However, if your idea of winter
exercise means sitting up in a chair to watch television instead
of lying on a sofa, then you need help getting active for the
spring.
The key to starting or resuming
physical activity is to take it easy and make it as easy as possible
to do, recommends the American Heart Association (AHA).
If you have been particularly sedentary,
are overweight or have health problems, you should see your doctor
before embarking on a spring exercise program.
Otherwise, a sensible, regular
program will get you ready for the outdoors, and the AHA offers
the following suggestions to get moving in a heart-healthy way.
At home, take a brisk yet brief
walk before breakfast. Gradually increase your walk time to a
half hour, if possible.
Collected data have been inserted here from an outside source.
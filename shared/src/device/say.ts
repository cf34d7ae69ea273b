import { formatQuantity } from '../units/format-quantity.js';

/** A number with its unit for a sentence: "20 µA", "0.45 V". */
export function say(value: number, unit: string): string {
  return formatQuantity(value, unit, { digits: 4 });
}

/** gm/ID for a sentence: "25.3 /V". */
export function sayGmId(value: number): string {
  return `${formatQuantity(value, '', { digits: 4 })} /V`;
}

/** The names a designer uses for the polarity-normalised voltages: VGS, VDS, VSB for NMOS; VSG, VSD, VBS for PMOS. */
export function voltageNames(polarity: 'nmos' | 'pmos'): { vgs: string; vds: string; vsb: string; vdsat: string } {
  return polarity === 'pmos' ? { vgs: 'VSG', vds: 'VSD', vsb: 'VBS', vdsat: 'VSDsat' } : { vgs: 'VGS', vds: 'VDS', vsb: 'VSB', vdsat: 'VDSsat' };
}
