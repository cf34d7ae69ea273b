import { type CharacterisationJob, type CharacterisationRequest, characterisationJobSchema, characterisationRequestSchema } from '@channelwright/shared/schemas';
import { Body, Controller, Delete, Get, HttpCode, Param, Post, Res } from '@nestjs/common';
import { ApiBearerAuth, ApiTags } from '@nestjs/swagger';
import type { Response } from 'express';
import { CurrentUser } from '../common/auth/current-user.decorator.js';
import { ApiZodBody, ApiZodResponse } from '../common/openapi/api-zod.decorators.js';
import { ZodValidationPipe } from '../common/validation/zod-validation.pipe.js';
import { MaintainersOnly } from '../processes/process-maintainer.guard.js';
import type { Account } from '../users/users.service.js';
import { CharacterisationService } from './characterisation.service.js';

/** Characterisation jobs: maintainers and admins start and cancel them; whoever may read the process follows them. */
@ApiTags('characterisations')
@ApiBearerAuth()
@Controller('characterisations')
export class CharacterisationsController {
  constructor(private readonly characterisations: CharacterisationService) {}

  @Post()
  @MaintainersOnly()
  @HttpCode(202)
  @ApiZodBody(characterisationRequestSchema, 'A process version with a model card, and optionally the devices and the grid (every grid field has a default)')
  @ApiZodResponse(202, characterisationJobSchema, 'The queued job; 200 with the existing job when the same version and grid are queued, running or done already; 400 GRID_TOO_LARGE, GRID_INVALID, DEVICE_NOT_IN_CARD, LEVEL_NOT_CHARACTERISED naming the field; 409 PROCESS_HAS_NO_MODEL_CARD (maintainers only)')
  async start(
    @Body(new ZodValidationPipe(characterisationRequestSchema)) request: CharacterisationRequest,
    @CurrentUser() user: Account,
    @Res({ passthrough: true }) response: Response,
  ): Promise<CharacterisationJob> {
    const { job, created } = await this.characterisations.request(request, user);
    if (!created) response.status(200);
    return job;
  }

  @Get(':id')
  @ApiZodResponse(200, characterisationJobSchema, 'The job with its progress, estimate and, when it failed, why')
  get(@Param('id') id: string, @CurrentUser() user: Account): Promise<CharacterisationJob> {
    return this.characterisations.get(id, user);
  }

  @Delete(':id')
  @MaintainersOnly()
  @ApiZodResponse(200, characterisationJobSchema, 'The job cancelled (nothing of it kept); 409 CHARACTERISATION_FINISHED when it had finished (maintainers only)')
  cancel(@Param('id') id: string, @CurrentUser() user: Account): Promise<CharacterisationJob> {
    return this.characterisations.cancel(id, user);
  }
}
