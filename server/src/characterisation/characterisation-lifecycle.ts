import { Inject, Injectable, type OnApplicationBootstrap, type OnModuleDestroy } from '@nestjs/common';
import { CharacterisationRunner } from './jobs/characterisation-runner.js';
import { JOB_QUEUE, type JobQueue } from './jobs/job-queue.js';

/** Starts the job queue with the runner once the server is up, and stops it (leaving running jobs to be resumed) when it goes down. */
@Injectable()
export class CharacterisationLifecycle implements OnApplicationBootstrap, OnModuleDestroy {
  constructor(
    @Inject(JOB_QUEUE) private readonly queue: JobQueue,
    private readonly runner: CharacterisationRunner,
  ) {}

  onApplicationBootstrap(): void {
    this.queue.start((jobId, owner, signal) => this.runner.run(jobId, owner, signal));
  }

  async onModuleDestroy(): Promise<void> {
    await this.queue.stop();
  }
}
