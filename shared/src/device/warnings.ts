import type { Warning, WarningCode } from '../schemas/warning.js';
import type { CurrentModel } from './drain-current.js';
import type { OperatingPoint } from './operating-point.js';
import { gmIdLimit } from './overdrive.js';
import type { PreparedDevice } from './resolve-device.js';
import { say, sayGmId, voltageNames } from './say.js';
import { hasShortChannelTerms } from './short-channel.js';

/** The thresholds of the warnings, documented in docs/model.md. */
export const WARNING_THRESHOLDS = {
  /** Square law: warn when VOV < 4·n·UT (moderate inversion and below, where it is wrong by > 10 %). */
  squareLawOverdriveInNUt: 4,
  /** Warn when L < 2·lmin: short-channel effects are absent from the model, or only first-order fits in it. */
  lengthOverLmin: 2,
  /** Warn when gm/ID > 90 % of 1/(n·UT): more W buys little more gm. */
  gmIdFractionOfLimit: 0.9,
} as const;

/** The cautions that apply to an operating point of a device (sizing, corners). */
export function operatingPointWarnings(device: PreparedDevice, model: CurrentModel, op: OperatingPoint): Warning[] {
  const warnings: Warning[] = [];
  const { params } = device;
  const nUt = op.n * op.ut;
  const add = (code: WarningCode, message: string) => warnings.push({ code, message });
  const v = voltageNames(device.polarity);
  if (model === 'square-law' && op.vov < WARNING_THRESHOLDS.squareLawOverdriveInNUt * nUt) {
    add(
      'SQUARE_LAW_NEAR_THRESHOLD',
      `VOV = ${say(op.vov, 'V')} is below 4·n·UT = ${say(4 * nUt, 'V')}: the square law is not valid in moderate and weak inversion (its tail below 2·n·UT is only a patch); use the all-region model here.`,
    );
  }
  if (op.l < WARNING_THRESHOLDS.lengthOverLmin * params.lmin) {
    const modelled = model === 'all-region' && hasShortChannelTerms(params);
    add(
      'L_NEAR_LMIN',
      modelled
        ? `L = ${say(op.l, 'm')} is less than twice lmin (${say(params.lmin, 'm')}): the profile's short-channel terms (ΔL, θ, DIBL, channel-length modulation) are first-order fits and VT roll-off is not modelled; check the current and output resistance with the foundry's models.`
        : `L = ${say(op.l, 'm')} is less than twice lmin (${say(params.lmin, 'm')}): short-channel effects (velocity saturation, DIBL, VT roll-off) are not modelled and the real current and output resistance will differ.`,
    );
  }
  if (!op.saturated) {
    add('VDS_BELOW_VDSSAT', `${v.vds} = ${say(op.vds, 'V')} is below ${v.vdsat} = ${say(op.vdsat, 'V')}: the device is not saturated (triode); gm and ro are lower than a saturated device would give, though ID is met at this ${v.vds}.`);
  }
  if (op.vsb < 0) {
    add('SOURCE_BODY_FORWARD_BIASED', `${v.vsb} = ${say(op.vsb, 'V')} forward-biases the source–body junction: VT is lowered, and the junction conducts once |${v.vsb}| nears 0.5 V.`);
  }
  const limit = gmIdLimit(op.n, op.ut);
  if (op.gmId > WARNING_THRESHOLDS.gmIdFractionOfLimit * limit) {
    add('GM_ID_NEAR_WEAK_INVERSION_LIMIT', `gm/ID = ${sayGmId(op.gmId)} is within 10 % of its weak-inversion limit 1/(n·UT) = ${sayGmId(limit)}: more width buys little more gm, and the device is large and slow.`);
  }
  if (op.leakage.conductsAtZeroVgs) {
    add('DEPLETION_CONDUCTS_AT_VGS0', `This is a depletion-mode device (VT = ${say(device.vtZeroBias, 'V')} at ${v.vsb} = 0): it conducts ${say(op.leakage.idAtZeroVgs, 'A')} at ${v.vgs} = 0, which is its normal current, not leakage; it needs ${v.vgs} below VT to turn off.`);
  }
  if (op.vgs > device.vdd) {
    add('VGS_ABOVE_VDD', `${v.vgs} = ${say(op.vgs, 'V')} is above VDD = ${say(device.vdd, 'V')}: the gate cannot be driven there from this supply.`);
  }
  if (op.vds > device.vdd) {
    add('VDS_ABOVE_VDD', `${v.vds} = ${say(op.vds, 'V')} is above VDD = ${say(device.vdd, 'V')}.`);
  }
  const range = device.tempRange;
  if (range && (device.temperature < range.min || device.temperature > range.max)) {
    add('TEMPERATURE_OUTSIDE_PROCESS_RANGE', `${say(device.temperature, '°C')} is outside the process's range ${range.min} … ${range.max} °C: the parameters were not meant for it.`);
  }
  return warnings;
}
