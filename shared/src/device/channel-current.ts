import { betaOf, channelOf, slopeFactorOf, thresholdOf } from './channel.js';
import { type CurrentModel, drainCurrent } from './drain-current.js';
import { type PreparedDevice } from './resolve-device.js';

/** ID in amperes of a prepared device of drawn width w and length l at VGS, VDS, VSB (polarity-normalised), DIBL included. */
export function channelCurrentAt(device: PreparedDevice, model: CurrentModel, w: number, l: number, vgs: number, vds: number, vsb: number, fingers = 1): number {
  const channel = channelOf(device, model, w, l, fingers);
  const vov = vgs - thresholdOf(device, channel, vsb, vds);
  return drainCurrent(model, betaOf(channel, vsb), slopeFactorOf(device, channel, vsb), device.ut, channel.lambda, vov, vds, channel.terms);
}
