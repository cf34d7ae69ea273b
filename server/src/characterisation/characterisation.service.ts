import { designChart } from '@channelwright/shared/device';
import { parseModelCard } from '@channelwright/shared/model-card';
import type { CharacterisationJob, CharacterisationRequest, CharacterisationTable, DesignChart, DesignChartQuery } from '@channelwright/shared/schemas';
import { Inject, Injectable } from '@nestjs/common';
import { conflict, DomainError, notFound } from '../common/errors/domain-error.js';
import { AppConfigService } from '../config/app-config.service.js';
import type { ProcessViewer } from '../processes/process-visibility.js';
import { ProcessesService, type ResolvedProcess } from '../processes/processes.service.js';
import { UsersService } from '../users/users.service.js';
import type { CharacterisationJobEntity } from './jobs/characterisation-job.entity.js';
import { CharacterisationJobStore } from './jobs/characterisation-job-store.js';
import { planCharacterisation, planHash } from './jobs/characterisation-plan.js';
import { JOB_QUEUE, type JobQueue } from './jobs/job-queue.js';
import { toJob } from './jobs/job-response.js';
import { CharacterisationTables, tableRefOf } from './tables/characterisation-tables.service.js';
import { chartConditions } from './tables/chart-conditions.js';

/** How long a cancel waits for the job's server to stop it before answering, ms. */
const CANCEL_WAIT_MS = 10_000;

const jobNotFound = () => notFound('CHARACTERISATION_NOT_FOUND', 'There is no characterisation with this id');

/**
 * Characterisations of process versions: start one (or find the same version and grid started already), follow it,
 * cancel it; the tables of a version and their design charts. Who may read a job or a table is who may read its
 * process (ProcessVisibility: 404 to others); callers check that only maintainers start and cancel.
 */
@Injectable()
export class CharacterisationService {
  constructor(
    private readonly store: CharacterisationJobStore,
    private readonly processes: ProcessesService,
    private readonly users: UsersService,
    private readonly tables: CharacterisationTables,
    private readonly config: AppConfigService,
    @Inject(JOB_QUEUE) private readonly queue: JobQueue,
  ) {}

  /** A new queued job, or (created false) the queued, running or finished one of the same version and grid. */
  async request(request: CharacterisationRequest, requester: ProcessViewer & { id: string }): Promise<{ job: CharacterisationJob; created: boolean }> {
    const version = await this.version(request.processId, request.version, requester);
    if (!version.card) {
      throw conflict('PROCESS_HAS_NO_MODEL_CARD', `${version.name} version ${version.version} has no model card: upload one as a new version first`, 'version');
    }
    const plan = planCharacterisation(version.definition, parseModelCard(version.card.text), version.card.mapping, request, this.config.characterisation.maxPoints);
    const { job, created } = await this.store.insertQueued({ processVersionId: version.versionId, gridHash: planHash(plan), plan, requestedById: requester.id });
    if (created) await this.queue.enqueue(job.id);
    return { job: (await this.present([job]))[0], created };
  }

  async get(id: string, viewer: ProcessViewer): Promise<CharacterisationJob> {
    return (await this.present([await this.visibleJob(id, viewer)]))[0];
  }

  /** Cancels a queued or running job (a running one once its server has stopped it); 409 CHARACTERISATION_FINISHED for a finished one. */
  async cancel(id: string, viewer: ProcessViewer): Promise<CharacterisationJob> {
    const job = await this.visibleJob(id, viewer);
    if (job.status === 'queued' && (await this.store.end(id, null, { status: 'cancelled', code: 'CHARACTERISATION_CANCELLED', message: 'The characterisation was cancelled before it started' }))) {
      return this.get(id, viewer);
    }
    const now = (await this.store.get(id)) ?? job;
    if (now.status !== 'running' && now.status !== 'queued') throw conflict('CHARACTERISATION_FINISHED', `This characterisation has ${now.status === 'done' ? 'finished' : now.status}; there is nothing to cancel`, 'id');
    await this.store.requestCancel(id);
    await this.queue.cancel(id);
    for (const deadline = Date.now() + CANCEL_WAIT_MS; Date.now() < deadline; ) {
      if ((await this.store.get(id))?.status !== 'running') break;
      await new Promise((resolve) => setTimeout(resolve, 100));
    }
    return this.get(id, viewer);
  }

  /** The jobs of a version, newest first. */
  async list(processId: string, versionNumber: number | undefined, viewer: ProcessViewer): Promise<CharacterisationJob[]> {
    const version = await this.version(processId, versionNumber, viewer);
    return this.present(await this.store.listByVersions([version.versionId]));
  }

  /** The stored tables of a version (of finished jobs), the current one of each device first. */
  async tablesOf(processId: string, versionNumber: number | undefined, viewer: ProcessViewer): Promise<CharacterisationTable[]> {
    const version = await this.version(processId, versionNumber, viewer);
    const tables = await this.tables.tablesOf([version.versionId]);
    return tables
      .toSorted((a, b) => Number(b.current) - Number(a.current))
      .map(({ row, current }) => ({
        ...tableRefOf(row),
        processId: version.profileId,
        version: version.version,
        polarity: row.polarity,
        flavour: row.flavour === '' ? null : row.flavour,
        points: row.points,
        size: row.size,
        storedBytes: row.storedBytes,
        grid: this.tables.gridOf(row),
        current,
        createdAt: row.createdAt.toISOString(),
      }));
  }

  /** The design charts of a device of a version from its current table. */
  async designChart(processId: string, query: DesignChartQuery, viewer: ProcessViewer): Promise<DesignChart> {
    const version = await this.version(processId, query.version, viewer);
    const device = { polarity: query.polarity, flavour: query.flavour };
    const source = await this.tables.tableSource(version.versionId, [device]);
    const choice = source(device);
    const conditions = chartConditions(choice.prepared.grid, version.definition, query);
    const chart = designChart(choice.prepared, conditions);
    const { grid } = choice.prepared;
    return {
      processId: version.profileId,
      version: version.version,
      polarity: query.polarity,
      flavour: query.flavour ?? null,
      table: choice.ref,
      ...conditions,
      ...chart,
      axes: { corners: grid.corners, temperatures: grid.temperatures, vds: grid.vds, vsb: grid.vsb, lengths: grid.lengths },
    };
  }

  /** The version a request names, if the viewer may see its profile; a missing version is named by the field "version". */
  private async version(processId: string, version: number | undefined, viewer: ProcessViewer): Promise<ResolvedProcess> {
    try {
      return await this.processes.resolveDefinition(processId, version, undefined, viewer);
    } catch (error) {
      if (error instanceof DomainError && error.field === 'processVersion') throw new DomainError(error.code, error.message, error.status, 'version');
      throw error;
    }
  }

  private async visibleJob(id: string, viewer: ProcessViewer): Promise<CharacterisationJobEntity> {
    const job = await this.store.get(id);
    if (!job) throw jobNotFound();
    const { profileId } = await this.processes.resolveVersion(job.processVersionId);
    try {
      await this.processes.resolveDefinition(profileId, undefined, undefined, viewer);
    } catch (error) {
      if (error instanceof DomainError && error.code === 'PROCESS_NOT_FOUND') throw jobNotFound();
      throw error;
    }
    return job;
  }

  private async present(jobs: CharacterisationJobEntity[]): Promise<CharacterisationJob[]> {
    const versions = new Map<string, ResolvedProcess>();
    for (const id of new Set(jobs.map((job) => job.processVersionId))) versions.set(id, await this.processes.resolveVersion(id));
    const users = await this.users.cards(jobs.map((job) => job.requestedById));
    const tables = await this.store.tablesOfJobs(jobs.map((job) => job.id));
    return jobs.map((job) => {
      const version = versions.get(job.processVersionId) as ResolvedProcess;
      return toJob(job, { profileId: version.profileId, name: version.name, version: version.version }, users, tables);
    });
  }
}

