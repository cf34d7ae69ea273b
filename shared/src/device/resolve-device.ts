import { type DeviceParams, type Polarity, type Process, cornerNames } from '../schemas/process.js';
import { celsiusToKelvin } from '../units/temperature.js';
import { oxideCapacitance } from './capacitance.js';
import { EngineError } from './errors.js';
import { kpAtTemperature } from './mobility.js';
import { thermalVoltage } from './thermal-voltage.js';
import { thresholdVoltage } from './threshold.js';

/** One device type (polarity or flavour) of a process at one corner and temperature: the numbers every bias point shares. */
export interface PreparedDevice {
  readonly polarity: Polarity;
  readonly flavour?: string;
  readonly corner: string;
  /** °C */
  readonly temperature: number;
  readonly tempK: number;
  readonly tnomK: number;
  /** kT/q at this temperature, V. */
  readonly ut: number;
  /** The nominal parameters (at tnom, TT). */
  readonly params: DeviceParams;
  readonly dvt: number;
  readonly kpScale: number;
  /** VT at VSB = 0 at this corner and temperature: vt0 + dvt + vtTc·(T − Tnom), V. */
  readonly vtZeroBias: number;
  /** kp at this corner and temperature, A/V². */
  readonly kp: number;
  /** F/m² */
  readonly cox: number;
  readonly vdd: number;
  readonly tempRange?: { readonly min: number; readonly max: number };
}

/** The parameters of a polarity or, when `flavour` is given, of that flavour (which must have the polarity). */
export function deviceParamsOf(process: Process, polarity: Polarity, flavour?: string): DeviceParams {
  if (flavour === undefined) return process[polarity];
  const found = process.flavours?.find((f) => f.name === flavour);
  if (!found) {
    const known = process.flavours?.map((f) => f.name).join(', ') || 'none';
    throw new EngineError('UNKNOWN_FLAVOUR', `Process ${process.name} has no flavour "${flavour}" (flavours: ${known})`, 'flavour');
  }
  if (found.polarity !== polarity) {
    throw new EngineError('FLAVOUR_POLARITY_MISMATCH', `Flavour ${flavour} is ${found.polarity.toUpperCase()}, not ${polarity.toUpperCase()}`, 'polarity');
  }
  return found.params;
}

/** The VT shift and kp factor of a corner for a polarity; TT is always the nominal (0, 1). */
export function cornerShiftOf(process: Process, polarity: Polarity, corner: string, field = 'corner'): { dvt: number; kpScale: number } {
  const found = process.corners.find((c) => c.name === corner);
  if (found) return found[polarity];
  if (corner === 'TT') return { dvt: 0, kpScale: 1 };
  throw new EngineError('UNKNOWN_CORNER', `Process ${process.name} has no corner "${corner}" (corners: ${cornerNames(process).join(', ')})`, field);
}

/** Resolves polarity, flavour, corner and temperature (°C; default tnom) of a process into a PreparedDevice. */
export function prepareDevice(
  process: Process,
  polarity: Polarity,
  options: { corner?: string; temperature?: number; flavour?: string; cornerField?: string } = {},
): PreparedDevice {
  const params = deviceParamsOf(process, polarity, options.flavour);
  const corner = options.corner ?? 'TT';
  const { dvt, kpScale } = cornerShiftOf(process, polarity, corner, options.cornerField);
  const temperature = options.temperature ?? process.tnom;
  const tempK = celsiusToKelvin(temperature);
  const tnomK = celsiusToKelvin(process.tnom);
  return {
    polarity,
    flavour: options.flavour,
    corner,
    temperature,
    tempK,
    tnomK,
    ut: thermalVoltage(tempK),
    params,
    dvt,
    kpScale,
    vtZeroBias: thresholdVoltage(params, 0, tempK, tnomK, dvt),
    kp: kpAtTemperature(params.kp, tempK, tnomK, params.muExp, kpScale),
    cox: oxideCapacitance(params.tox),
    vdd: process.vdd,
    tempRange: process.tempRange,
  };
}

/** VT at a source–body voltage: vtZeroBias + γ(√(2φF + VSB) − √(2φF)) (see thresholdVoltage). */
export function thresholdAt(device: PreparedDevice, vsb: number): number {
  return thresholdVoltage(device.params, vsb, device.tempK, device.tnomK, device.dvt);
}
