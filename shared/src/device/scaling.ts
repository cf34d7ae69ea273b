import type { DeviceParams } from '../schemas/process.js';

/**
 * Constant-field scaling after R. H. Dennard, F. H. Gaensslen, H.-N. Yu, V. L. Rideout, E. Bassous,
 * A. R. LeBlanc, "Design of ion-implanted MOSFET's with very small physical dimensions", IEEE JSSC SC-9(5),
 * 256–268, October 1974, table I: dimensions, voltages and currents by 1/κ, doping by κ.
 */
export function dennardRatios(kappa: number) {
  return {
    /** tox, L, W */
    dimension: 1 / kappa,
    /** NA */
    doping: kappa,
    voltage: 1 / kappa,
    current: 1 / kappa,
    /** εA/t */
    capacitance: 1 / kappa,
    /** VC/I */
    delay: 1 / kappa,
    /** VI */
    powerPerCircuit: 1 / (kappa * kappa),
    /** VI/A */
    powerDensity: 1,
  };
}

export interface ScalableDevice {
  params: DeviceParams;
  w: number;
  l: number;
  vgs: number;
  vds: number;
  vsb: number;
  vdd: number;
  /** Substrate doping NA, m⁻³, when known. */
  substrateDoping?: number;
}

/**
 * A device and its bias scaled by κ at constant field (Dennard et al. 1974). Geometry (W, L, tox, ldiff,
 * lmin, wmin, wgrid, lRef) and voltages (bias, vdd, vt0, 2φF) by 1/κ; doping by κ; so Cox and kp by κ,
 * γ by 1/√κ (γ ∝ √NA/Cox), λ by κ (λ ∝ 1/L), cj by κ (depletion width 1/κ). Unchanged: cgdo and cjsw
 * (per length), n, muExp, vtTc, avt, abeta, jg, js, which Dennard's rules do not cover. The ideal rules
 * scale 2φF and vt0 as voltages although the real 2φF grows by UT·ln κ, and UT does not scale at all:
 * subthreshold behaviour does not follow constant-field scaling (Dennard et al. note this).
 */
export function scaleConstantField(device: ScalableDevice, kappa: number): ScalableDevice {
  const p = device.params;
  const down = (value: number) => value / kappa;
  const params: DeviceParams = {
    ...p,
    vt0: down(p.vt0),
    kp: p.kp * kappa,
    gamma: p.gamma / Math.sqrt(kappa),
    twoPhiF: down(p.twoPhiF),
    lambda: p.lambda * kappa,
    ...(p.lRef === undefined ? {} : { lRef: down(p.lRef) }),
    tox: down(p.tox),
    cj: p.cj * kappa,
    ldiff: down(p.ldiff),
    lmin: down(p.lmin),
    wmin: down(p.wmin),
    wgrid: down(p.wgrid),
  };
  return {
    params,
    w: down(device.w),
    l: down(device.l),
    vgs: down(device.vgs),
    vds: down(device.vds),
    vsb: down(device.vsb),
    vdd: down(device.vdd),
    ...(device.substrateDoping === undefined ? {} : { substrateDoping: device.substrateDoping * kappa }),
  };
}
Stand up while talking on the telephone.
Put away your television remote and do your own channel-changing.
Do your own cleaning chores rather than hiring someone to do them.
Extend housekeeping into your garden by weeding or mowing the
lawn.
At work, park your car in the far
corner of the parking lot so you walk a little more; walk to a
colleague's office to talk instead of calling; take the stairs
instead of the elevator, and book yourself into hotels with fitness
centers when you travel.
As you get stronger, you can embark
on a more ambitious exercise program so you can enjoy spring to
the fullest and stay healthy.
Reference
Source 101
For more information on how to prevent other diseases, use
PreventDisease.com's "Quick
Prevention Resources".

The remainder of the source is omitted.